El Destino de Dos Imperios

Capítulo 4: Escala

Ivery Livel

Desde que mi padre me ordenó asistir a la Academia Arcady, la crueldad que ya conocía en el palacio se intensificó de formas inimaginables. Era como si quisieran destruirme antes de enviarme, como si la idea de verme partir fuera demasiado placentera para dejarme ir intacta.

Mis tareas aumentaron hasta niveles inhumanos. Apenas podía dormir unas pocas horas entre trabajo y castigos, y la comida, escasa antes, ahora era un recuerdo casi inexistente. Cada minuto era una tortura. Sentía como mi cuerpo se quebraba poco a poco.

Hoy faltaba solo un día para el viaje. Una parte de mí anhelaba escapar de esta prisión, pero otra sabía que lo que me esperaba no sería mejor. Los portales creados por los magos imperiales nos llevarían rápidamente a Arcady: en solo una hora estaríamos allí. No había escapatoria. No había opción.

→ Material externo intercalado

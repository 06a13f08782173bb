// Package packaging holds the tests of the install paths: the Helm chart in charts/almanac,
// the kustomize tree in config/, and the Dockerfile. The chart and config/default are rendered
// in-process (helm.sh/helm/v3 and sigs.k8s.io/kustomize/api), compared with each other and with
// the RBAC that controller-gen writes from the controller's markers, and applied server-side to
// a real kube-apiserver under envtest.
package packaging
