package packaging

import (
	"bufio"
	"bytes"
	"encoding/json"
	"errors"
	"io"
	"os"
	"path/filepath"
	"testing"

	"helm.sh/helm/v3/pkg/action"
	"helm.sh/helm/v3/pkg/chart/loader"
	"helm.sh/helm/v3/pkg/chartutil"
	"k8s.io/apimachinery/pkg/apis/meta/v1/unstructured"
	utilyaml "k8s.io/apimachinery/pkg/util/yaml"
	"sigs.k8s.io/kustomize/api/krusty"
	"sigs.k8s.io/kustomize/kyaml/filesys"
	"sigs.k8s.io/yaml"
)

var (
	repoRoot = filepath.Join("..", "..")
	chartDir = filepath.Join(repoRoot, "charts", "almanac")
	// kubeVersion is the control plane the tests run against (bin/k8s/v1.37.2).
	kubeVersion = &chartutil.KubeVersion{Version: "v1.37.2", Major: "1", Minor: "37"}
)

// renderChart renders charts/almanac the way `helm template --include-crds` does, with vals
// over the chart's defaults, and returns the objects (CRDs first, as Helm installs them).
func renderChart(release, namespace string, vals map[string]any) ([]*unstructured.Unstructured, error) {
	chrt, err := loader.Load(chartDir)
	if err != nil {
		return nil, err
	}
	install := action.NewInstall(&action.Configuration{Log: func(string, ...any) {}})
	install.ClientOnly = true
	install.DryRun = true
	install.ReleaseName = release
	install.Namespace = namespace
	install.IncludeCRDs = true
	install.KubeVersion = kubeVersion
	rel, err := install.Run(chrt, vals)
	if err != nil {
		return nil, err
	}
	return decodeObjects([]byte(rel.Manifest))
}

// mustRenderChart is renderChart that fails the test on error.
func mustRenderChart(t *testing.T, release, namespace string, vals map[string]any) []*unstructured.Unstructured {
	t.Helper()
	objs, err := renderChart(release, namespace, vals)
	if err != nil {
		t.Fatalf("render chart (release %s, values %v): %v", release, vals, err)
	}
	return objs
}

// renderKustomize builds a kustomization directory (relative to the repository root) the way
// `kustomize build` does.
func renderKustomize(t *testing.T, dir string) []*unstructured.Unstructured {
	t.Helper()
	k := krusty.MakeKustomizer(krusty.MakeDefaultOptions())
	resources, err := k.Run(filesys.MakeFsOnDisk(), filepath.Join(repoRoot, dir))
	if err != nil {
		t.Fatalf("kustomize build %s: %v", dir, err)
	}
	out, err := resources.AsYaml()
	if err != nil {
		t.Fatalf("kustomize build %s: %v", dir, err)
	}
	objs, err := decodeObjects(out)
	if err != nil {
		t.Fatalf("kustomize build %s: %v", dir, err)
	}
	return objs
}

// readObjects decodes a YAML file (relative to the repository root) into its objects.
func readObjects(t *testing.T, file string) []*unstructured.Unstructured {
	t.Helper()
	data, err := os.ReadFile(filepath.Join(repoRoot, file))
	if err != nil {
		t.Fatal(err)
	}
	objs, err := decodeObjects(data)
	if err != nil {
		t.Fatalf("%s: %v", file, err)
	}
	return objs
}

// decodeObjects splits a multi-document YAML stream into objects, skipping empty documents.
func decodeObjects(data []byte) ([]*unstructured.Unstructured, error) {
	r := utilyaml.NewYAMLReader(bufio.NewReader(bytes.NewReader(data)))
	var objs []*unstructured.Unstructured
	for {
		doc, err := r.Read()
		if errors.Is(err, io.EOF) {
			return objs, nil
		}
		if err != nil {
			return nil, err
		}
		j, err := yaml.YAMLToJSON(doc)
		if err != nil {
			return nil, err
		}
		if s := string(bytes.TrimSpace(j)); s == "null" || s == "{}" {
			continue // an empty document, or one with only comments
		}
		// UnmarshalJSON keeps integers as int64, as the unstructured helpers expect.
		u := &unstructured.Unstructured{}
		if err := u.UnmarshalJSON(j); err != nil {
			return nil, err
		}
		objs = append(objs, u)
	}
}

// find returns the one object of that kind and name (any namespace), or nil.
func find(objs []*unstructured.Unstructured, kind, name string) *unstructured.Unstructured {
	for _, o := range objs {
		if o.GetKind() == kind && o.GetName() == name {
			return o
		}
	}
	return nil
}

// ofKind returns the objects of that kind.
func ofKind(objs []*unstructured.Unstructured, kind string) []*unstructured.Unstructured {
	var out []*unstructured.Unstructured
	for _, o := range objs {
		if o.GetKind() == kind {
			out = append(out, o)
		}
	}
	return out
}

// findIn returns the object of that kind, namespace and name, or nil.
func findIn(objs []*unstructured.Unstructured, kind, namespace, name string) *unstructured.Unstructured {
	for _, o := range objs {
		if o.GetKind() == kind && o.GetNamespace() == namespace && o.GetName() == name {
			return o
		}
	}
	return nil
}

// managerContainer returns the Deployment's container named manager.
func managerContainer(t *testing.T, d *unstructured.Unstructured) map[string]any {
	t.Helper()
	if d == nil {
		t.Fatal("no manager Deployment")
	}
	containers, _, _ := unstructured.NestedSlice(d.Object, "spec", "template", "spec", "containers")
	for _, c := range containers {
		if m, ok := c.(map[string]any); ok && m["name"] == "manager" {
			return m
		}
	}
	t.Fatalf("Deployment %s has no manager container", d.GetName())
	return nil
}

// stringList converts a decoded YAML list of strings.
func stringList(v any) []string {
	items, _ := v.([]any)
	out := make([]string, 0, len(items))
	for _, it := range items {
		s, _ := it.(string)
		out = append(out, s)
	}
	return out
}

// equalJSON reports whether a and b encode to the same JSON (so int64 and float64 from
// different decoders compare equal, and map order does not matter).
func equalJSON(a, b any) bool {
	ja, errA := json.Marshal(a)
	jb, errB := json.Marshal(b)
	return errA == nil && errB == nil && bytes.Equal(ja, jb)
}
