package packaging

import (
	"archive/tar"
	"bytes"
	"context"
	"crypto/sha256"
	"crypto/x509"
	"debug/elf"
	"encoding/hex"
	"encoding/json"
	"errors"
	"fmt"
	"io"
	"io/fs"
	"os"
	"os/exec"
	"path"
	"path/filepath"
	"slices"
	"strings"
	"syscall"
	"testing"
	"time"

	"almanac.dev/almanac/test/ociarchive"
	"almanac.dev/almanac/test/sandbox"
	"almanac.dev/almanac/trainer/models"
	"almanac.dev/almanac/trainer/pipeline"
	"almanac.dev/almanac/trainer/runconfig"
	"almanac.dev/almanac/trainer/store"
	"almanac.dev/almanac/trainer/summary"
	"almanac.dev/almanac/trainer/synth"
)

// The images `make images` built (bin/almanac-*.oci.tar) are read here as OCI image layouts:
// index.json, the manifest, the config and the gzip'd layer tars, each blob checked against its
// digest. No container engine is needed; the trainer image is then run with its own binary, as
// uid 65532, on its own root file system mounted read-only, with only /tmp writable.

// nonRootUID is the user both images run as (images/root.sh, Dockerfile USER).
const nonRootUID = 65532

// imagesDir is where `make images` left the archives: $ALMANAC_IMAGES, which `make test`
// sets after building them. Unset (a plain `go test`), the image tests skip.
func imagesDir(t *testing.T) string {
	t.Helper()
	dir := os.Getenv("ALMANAC_IMAGES")
	if dir == "" {
		t.Skip("ALMANAC_IMAGES is not set: run `make images` and set it to bin/ (make test does both)")
	}
	return dir
}

// imageConfig is the part of an OCI image configuration the tests read (OCI image spec, config.md).
type imageConfig struct {
	Config ociarchive.ImageConfig `json:"config"`
	RootFS struct {
		DiffIDs []string `json:"diff_ids"`
	} `json:"rootfs"`
}

// entry is one file of an image's tree, or of a tree on disk, in the terms both share.
type entry struct {
	typ      byte   // tar.TypeReg, TypeDir, TypeSymlink
	mode     int64  // permission bits with setuid/setgid/sticky
	uid, gid int    // owner
	link     string // symlink target
	sha256   string // regular files
	size     int64
}

func (e entry) String() string {
	return fmt.Sprintf("type %c mode %#o owner %d:%d link %q size %d sha256 %.12s", e.typ, e.mode, e.uid, e.gid, e.link, e.size, e.sha256)
}

// ociImage is an image read from an OCI archive.
type ociImage struct {
	name        string
	archiveSize int64    // the .oci.tar file
	layerSizes  []int64  // compressed, as pushed to a registry
	layers      []string // digests
	unpacked    int64    // bytes of regular files
	config      imageConfig
	files       map[string]entry // "/etc/passwd" -> entry
	data        map[string][]byte
}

La mañana de la partida llegó como un golpe brutal. Apenas podía mantenerme en pie. Mi cabeza pesaba toneladas, mis manos temblaban incontrolablemente y mi vista era tan borrosa que el mundo parecía derretirse a mi alrededor. Tal vez era la falta de alimento. O tal vez era simplemente el miedo.

Frente a mí, el enorme carruaje negro relucía bajo el sol, intimidante y majestuoso. Estaba a punto de subir, arrastrando mi cuerpo como podía, cuando la voz cortante de mi padre me detuvo.

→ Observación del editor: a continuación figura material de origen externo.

package packaging

import (
	"context"
	"os"
	"slices"
	"strings"
	"testing"
	"time"

	apierrors "k8s.io/apimachinery/pkg/api/errors"
	"k8s.io/apimachinery/pkg/apis/meta/v1/unstructured"
	"k8s.io/client-go/rest"
	"sigs.k8s.io/controller-runtime/pkg/envtest"
)

// admissionObjects returns an install's ValidatingAdmissionPolicy and its binding.
func admissionObjects(t *testing.T, what string, objs []*unstructured.Unstructured) (policy, binding *unstructured.Unstructured) {
	t.Helper()
	ps, bs := ofKind(objs, "ValidatingAdmissionPolicy"), ofKind(objs, "ValidatingAdmissionPolicyBinding")
	if len(ps) != 1 || len(bs) != 1 {
		t.Fatalf("%s: %d policies and %d bindings, want one each", what, len(ps), len(bs))
	}
	return ps[0], bs[0]
}

// TestAdmissionPolicyInstalls: kustomize and the chart ship the same policy (the chart's
// defaults: any image, the trainer ServiceAccount almanac-trainer), each binding names its own
// policy after the name prefixes, and the chart's values reach both the policy and the
// controller's flag.
func TestAdmissionPolicyInstalls(t *testing.T) {
	kp, kb := admissionObjects(t, "kustomize", renderKustomize(t, "config/default"))
	hp, hb := admissionObjects(t, "helm", mustRenderChart(t, "fenwick", "fenwick-system", nil))
	if !equalJSON(kp.Object["spec"], hp.Object["spec"]) {
		t.Errorf("the chart's policy differs from config/admission's:\nkustomize %v\nhelm      %v", kp.Object["spec"], hp.Object["spec"])
	}
	for _, in := range []struct{ what, policy, binding, want string }{
		{"kustomize", kp.GetName(), kb.GetName(), "almanac-portfolio-references"},
		{"helm", hp.GetName(), hb.GetName(), "fenwick-portfolio-references"},
	} {
		if in.policy != in.want || in.binding != in.want {
			t.Errorf("%s: policy %q, binding %q, want both %q", in.what, in.policy, in.binding, in.want)
		}
	}
	for _, b := range []*unstructured.Unstructured{kb, hb} {
		name, _, _ := unstructured.NestedString(b.Object, "spec", "policyName")
		actions, _, _ := unstructured.NestedStringSlice(b.Object, "spec", "validationActions")
		if name != b.GetName() || !slices.Equal(actions, []string{"Deny"}) {
			t.Errorf("binding %s: policyName %q, validationActions %v; want its policy and [Deny]", b.GetName(), name, actions)
		}
	}

	objs := mustRenderChart(t, "fenwick", "fenwick-system", map[string]any{
		"trainerImagePrefixes": []any{"registry.example.com/almanac/", "registry.example.com/tools/almanac-trainer"},
		"trainer":              map[string]any{"serviceAccount": map[string]any{"name": "fenwick-trainer"}},
	})
	p, _ := admissionObjects(t, "helm with prefixes", objs)
	vars, _, _ := unstructured.NestedSlice(p.Object, "spec", "variables")
	got := map[string]string{}
	for _, v := range vars {
		m := v.(map[string]any)
		got[m["name"].(string)] = m["expression"].(string)
	}
	if got["allowedImages"] != `["registry.example.com/almanac/","registry.example.com/tools/almanac-trainer"]` || got["trainerServiceAccount"] != `"fenwick-trainer"` {
		t.Errorf("policy variables %v do not carry the values", got)
	}
	args := stringList(managerContainer(t, find(objs, "Deployment", "fenwick-controller-manager"))["args"])
	if !slices.Contains(args, "--trainer-image-prefixes=registry.example.com/almanac/,registry.example.com/tools/almanac-trainer") {
		t.Errorf("controller args %q lack the trainer image prefixes", args)
	}
	if args := stringList(managerContainer(t, find(mustRenderChart(t, "fenwick", "fenwick-system", nil), "Deployment", "fenwick-controller-manager"))["args"]); slices.ContainsFunc(args, func(a string) bool { return strings.HasPrefix(a, "--trainer-image-prefixes") }) {
		t.Errorf("default install passes an image list: %q", args)
	}
	off := mustRenderChart(t, "fenwick", "fenwick-system", map[string]any{"admissionPolicy": map[string]any{"enabled": false}})
	if n := len(ofKind(off, "ValidatingAdmissionPolicy")) + len(ofKind(off, "ValidatingAdmissionPolicyBinding")); n != 0 {
		t.Errorf("admissionPolicy.enabled false renders %d admission objects", n)
	}
	for _, bad := range []string{"registry.example.com/almanac/almanac-trainer:v0.1.0", "registry.example.com/almanac@sha256:00", "a,b"} {
		if _, err := renderChart("fenwick", "fenwick-system", map[string]any{"trainerImagePrefixes": []any{bad}}); err == nil {
			t.Errorf("trainerImagePrefixes [%q] accepted; an entry has no tag, digest or comma", bad)
		}
	}
}

// TestAdmissionPolicyRefusesWithoutRights applies the chart's policy to a real kube-apiserver
// (v1.37, ValidatingAdmissionPolicy GA since 1.30) and creates portfolios as users with and
// without the rights, through impersonation: a user who may create portfolios but not read the
// Secret, use the ServiceAccount or name the image is refused with a message naming the
// field; the same portfolio from a user with the rights is admitted.
func TestAdmissionPolicyRefusesWithoutRights(t *testing.T) {
	if os.Getenv("KUBEBUILDER_ASSETS") == "" {
		t.Skip("KUBEBUILDER_ASSETS is not set: run `make controlplane` and `make test` (CI always sets it)")
	}
	_, cfg := startEnvtest(t, &envtest.Environment{})
	ctx := context.Background()
	admin := newCluster(t, cfg)
	const ns = "depot-north"
	objs := installOrder(mustRenderChart(t, "fenwick", "fenwick-system", map[string]any{
		"trainerImagePrefixes": []any{"registry.example.com/almanac/"},
	}))
	setup := []*unstructured.Unstructured{restrictedNamespace(ns)}
	for _, o := range objs {
		if k := o.GetKind(); k == "CustomResourceDefinition" || strings.HasPrefix(k, "ValidatingAdmissionPolicy") {
			setup = append(setup, o)
		}
	}
	setup = append(setup,
		obj("v1", "Secret", ns, "fenwick-planning-s3", nil),
		obj("v1", "ServiceAccount", ns, "fenwick-cloud", nil),
		// Planners may write portfolios; only some may also read the Secret and act as the
		// ServiceAccount (an identity a cloud's workload-identity webhook could map to a role).
		obj("rbac.authorization.k8s.io/v1", "Role", ns, "portfolio-editor", map[string]any{"rules": []any{
			map[string]any{"apiGroups": []any{"forecasting.almanac.dev"}, "resources": []any{"forecastportfolios"}, "verbs": []any{"get", "create", "update", "patch"}}}}),
		obj("rbac.authorization.k8s.io/v1", "Role", ns, "planning-credentials", map[string]any{"rules": []any{
			map[string]any{"apiGroups": []any{""}, "resources": []any{"secrets"}, "resourceNames": []any{"fenwick-planning-s3"}, "verbs": []any{"get"}},
			map[string]any{"apiGroups": []any{""}, "resources": []any{"serviceaccounts"}, "resourceNames": []any{"fenwick-cloud", "default"}, "verbs": []any{"impersonate"}}}}),
		binding(ns, "edit-ana", "portfolio-editor", "ana"), binding(ns, "edit-bo", "portfolio-editor", "bo"),
		binding(ns, "credentials-bo", "planning-credentials", "bo"),
	)
	for _, o := range setup {
		if _, err := admin.apply(ctx, o, "test-setup", false); err != nil {
			t.Fatalf("apply %s: %v", describe(o), err)
		}
		if o.GetKind() == "CustomResourceDefinition" {
			waitEstablished(ctx, t, admin, o)
		}
	}

	sample := readObjects(t, "config/samples/forecasting_v1alpha1_forecastportfolio.yaml")[0]
	sample.SetNamespace(ns)
	portfolio := func(mutate func(spec map[string]any)) *unstructured.Unstructured {
		o := sample.DeepCopy()
		mutate(o.Object["spec"].(map[string]any))
		return o
	}
	const image = "registry.example.com/almanac/almanac-trainer:v0.1.0"
	withSecret := portfolio(func(map[string]any) {})
	withAccount := portfolio(func(s map[string]any) {
		delete(s["source"].(map[string]any), "credentialsSecretRef")
		s["trainer"].(map[string]any)["serviceAccountName"] = "fenwick-cloud"
	})
	plain := portfolio(func(s map[string]any) {
		delete(s["source"].(map[string]any), "credentialsSecretRef")
		s["trainer"].(map[string]any)["serviceAccountName"] = "almanac-trainer" // the install's, no rights
	})
	both := portfolio(func(s map[string]any) { s["trainer"].(map[string]any)["serviceAccountName"] = "fenwick-cloud" })
	// No ServiceAccount named: the pods run as the namespace's default one, which is checked
	// like a named one (it used to be let through: a user who may not create pods then had
	// pods run as it through the controller).
	unnamed := portfolio(func(s map[string]any) {
		delete(s["source"].(map[string]any), "credentialsSecretRef")
		delete(s["trainer"].(map[string]any), "serviceAccountName")
	})
	foreignImage := portfolio(func(s map[string]any) {
		s["trainer"].(map[string]any)["image"] = "registry.example.com/almanac-fork/almanac-trainer:1"
	})
	if got, _, _ := unstructured.NestedString(withSecret.Object, "spec", "trainer", "image"); got != image {
		t.Fatalf("sample image %q, the allowlist below assumes %q", got, image)
	}

	as := func(user string) *cluster {
		c := rest.CopyConfig(cfg)
		c.Impersonate = rest.ImpersonationConfig{UserName: user}
		return newCluster(t, c)
	}
	ana, bo := as("ana"), as("bo")
	create := func(c *cluster, o *unstructured.Unstructured) error {
		_, err := c.apply(ctx, o, "kubectl", true)
		return err
	}
	// The policy takes effect once the apiserver has compiled it: wait for the first refusal.
	deadline := time.Now().Add(60 * time.Second)
	for err := create(ana, withSecret); err == nil; err = create(ana, withSecret) {
		if time.Now().After(deadline) {
			t.Fatal("the policy never refused ana's portfolio naming a Secret she may not read")
		}
		time.Sleep(200 * time.Millisecond)
	}

	for _, tc := range []struct {
		name    string
		who     *cluster
		obj     *unstructured.Unstructured
		wantErr string // "" admits
	}{
		{"secret without get", ana, withSecret, "spec.source.credentialsSecretRef: user ana may not get Secret depot-north/fenwick-planning-s3"},
		{"service account without impersonate", ana, withAccount, "spec.trainer.serviceAccountName: user ana may neither impersonate ServiceAccount depot-north/fenwick-cloud nor create pods in namespace depot-north"},
		{"the install's trainer account, no secret", ana, plain, ""},
		{"no account named, without impersonate on the default one", ana, unnamed, "spec.trainer.serviceAccountName (unset: the pods run as the namespace's default ServiceAccount): user ana may neither impersonate ServiceAccount depot-north/default nor create pods in namespace depot-north"},
		{"no account named, with impersonate on the default one", bo, unnamed, ""},
		{"secret and account with the rights", bo, both, ""},
		{"image outside the allowlist", bo, foreignImage, `spec.trainer.image: "registry.example.com/almanac-fork/almanac-trainer:1" is not in the install's allowed trainer images (registry.example.com/almanac/)`},
		{"image outside the allowlist, cluster admin", admin, foreignImage, "is not in the install's allowed trainer images"},
	} {
		t.Run(tc.name, func(t *testing.T) {
			err := create(tc.who, tc.obj)
			switch {
			case tc.wantErr == "" && err != nil:
				t.Errorf("refused: %v", err)
			case tc.wantErr != "" && err == nil:
				t.Errorf("admitted; want refused with %q", tc.wantErr)
			case tc.wantErr != "" && (!apierrors.IsForbidden(err) && !apierrors.IsInvalid(err) || !strings.Contains(err.Error(), tc.wantErr)):
				t.Errorf("error %v; want a refusal containing %q", err, tc.wantErr)
			}
		})
	}

	// A change counts like a creation: ana may not edit a portfolio that names the Secret,
	// even one an administrator created.
	if _, err := admin.apply(ctx, withSecret, "gitops", false); err != nil {
		t.Fatalf("admin creates the portfolio: %v", err)
	}
	edited := withSecret.DeepCopy()
	edited.Object["spec"].(map[string]any)["horizon"] = int64(8)
	if _, err := ana.apply(ctx, edited, "gitops", true); err == nil || !strings.Contains(err.Error(), "may not get Secret") {
		t.Errorf("ana's edit of a portfolio naming the Secret: %v; want refused", err)
	}
	if _, err := bo.apply(ctx, edited, "gitops", true); err != nil {
		t.Errorf("bo's edit refused: %v", err)
	}
}

// obj is a namespaced object with extra top-level fields.
func obj(apiVersion, kind, ns, name string, fields map[string]any) *unstructured.Unstructured {
	o := &unstructured.Unstructured{Object: map[string]any{"apiVersion": apiVersion, "kind": kind,
		"metadata": map[string]any{"name": name, "namespace": ns}}}
	for k, v := range fields {
		o.Object[k] = v
	}
	return o
}

// binding grants a Role of ns to a user.
func binding(ns, name, role, user string) *unstructured.Unstructured {
	return obj("rbac.authorization.k8s.io/v1", "RoleBinding", ns, name, map[string]any{
		"roleRef":  map[string]any{"apiGroup": "rbac.authorization.k8s.io", "kind": "Role", "name": role},
		"subjects": []any{map[string]any{"apiGroup": "rbac.authorization.k8s.io", "kind": "User", "name": user}},
	})
}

—No nos avergüences, Ivery. No quiero más vergüenzas. ¿Entendiste? —escupió las palabras con desprecio.

—Sí, padre —murmuré, bajando la cabeza, sin atreverme a mirarlo a los ojos.

Sin decir nada más, se giró y se alejó, como si yo no existiera.

Sentí todas las miradas sobre mí: curiosas, críticas, burlonas. Como si observaran a un cadáver caminante. Sin dejar que el temblor me dominara, subí al carruaje. Los otros jóvenes se apartaron de mí como si fuera una enfermedad. Quizá era por mi aspecto: pálida, desnutrida, con las ropas desgastadas.

—Es hora de partir. Tomen asiento. —anunció el cochero.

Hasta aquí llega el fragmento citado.